Assignment
Which lines in the data below contain the word "Doubt"? Pull each of them out.

####

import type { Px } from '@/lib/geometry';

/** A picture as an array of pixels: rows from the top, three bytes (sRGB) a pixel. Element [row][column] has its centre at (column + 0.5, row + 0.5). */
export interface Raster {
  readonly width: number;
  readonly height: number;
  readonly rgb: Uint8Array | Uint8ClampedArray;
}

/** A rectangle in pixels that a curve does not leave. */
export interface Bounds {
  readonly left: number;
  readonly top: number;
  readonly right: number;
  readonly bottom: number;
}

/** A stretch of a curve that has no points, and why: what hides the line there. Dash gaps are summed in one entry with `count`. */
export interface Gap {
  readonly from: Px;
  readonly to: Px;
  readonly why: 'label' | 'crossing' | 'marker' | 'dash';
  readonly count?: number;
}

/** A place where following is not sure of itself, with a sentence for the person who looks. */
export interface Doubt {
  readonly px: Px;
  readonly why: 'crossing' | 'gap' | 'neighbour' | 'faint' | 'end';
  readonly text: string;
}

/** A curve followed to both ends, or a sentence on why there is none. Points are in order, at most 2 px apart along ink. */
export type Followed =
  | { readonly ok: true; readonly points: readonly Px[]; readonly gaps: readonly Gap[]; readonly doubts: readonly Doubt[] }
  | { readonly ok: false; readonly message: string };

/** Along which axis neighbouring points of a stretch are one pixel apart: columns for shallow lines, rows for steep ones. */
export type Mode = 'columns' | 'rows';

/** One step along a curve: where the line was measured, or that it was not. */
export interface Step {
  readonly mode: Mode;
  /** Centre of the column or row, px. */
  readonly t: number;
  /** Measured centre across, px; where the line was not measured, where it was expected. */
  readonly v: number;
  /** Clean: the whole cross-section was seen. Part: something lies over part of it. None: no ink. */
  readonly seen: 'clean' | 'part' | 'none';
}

####

Result of this exercise
export interface Doubt {
  | { readonly ok: true; readonly points: readonly Px[]; readonly gaps: readonly Gap[]; readonly doubts: readonly Doubt[] }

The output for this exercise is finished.